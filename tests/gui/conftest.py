"""Fixtures for the window tests: an isolated QSettings folder, a window at a typical size."""

from __future__ import annotations

import os
from pathlib import Path

import pytest

os.environ.setdefault("QT_QPA_PLATFORM", "offscreen")
os.environ.setdefault("PYQTGRAPH_QT_LIB", "PySide6")
# The offscreen platform's screen is 800 × 800 unless configured; the window keeps itself inside the screen, so
# give the tests a common desktop screen (1920 × 1080) to place their 1400 × 900 windows on.
SCREEN_FILE = Path(__file__).with_name("offscreen-screen.json")
if os.environ["QT_QPA_PLATFORM"] == "offscreen":
    os.environ["QT_QPA_PLATFORM"] = f"offscreen:configfile={SCREEN_FILE}"


@pytest.fixture(autouse=True)
def isolated_settings(tmp_path, monkeypatch):
    """Every test gets its own settings file; the user's real settings are never touched."""
    folder = tmp_path / "settings"
    folder.mkdir()
    monkeypatch.setenv("VENTSET_SETTINGS_DIR", str(folder))
    return folder


@pytest.fixture
def make_window(qtbot):
    """Build a MainWindow (demo patient unless a request is given), shown at 1400 × 900."""

    def make(request=None, size=(1400, 900)):
        from ventset.gui.settings import open_settings
        from ventset.gui.window import MainWindow

        w = MainWindow(open_settings(), request=request)
        qtbot.addWidget(w)
        w.resize(*size)
        w.show()
        qtbot.waitExposed(w)
        return w

    return make


@pytest.fixture
def window(make_window):
    return make_window()


def settle(window) -> None:
    """Let queued replans run and paint."""
    from PySide6.QtWidgets import QApplication

    window.controller.flush()
    QApplication.processEvents()
    window.controller.flush()


def enter(qtbot, window, species: str, mass: str) -> None:
    """Choose ``species`` and type ``mass`` over the body mass, then Enter, as a user would; settled."""
    from PySide6.QtCore import Qt

    window.form.species.picked.emit(species)
    edit = window.form.rows["mass"].edit
    edit.setFocus()
    edit.selectAll()
    qtbot.keyClicks(edit, mass)
    qtbot.keyClick(edit, Qt.Key.Key_Return)
    settle(window)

━━━━━━━━

PROBLEM DESCRIPTION :: Tell how many lines above contain the word "None". Nothing but the number is needed.

RESPONSE :: 3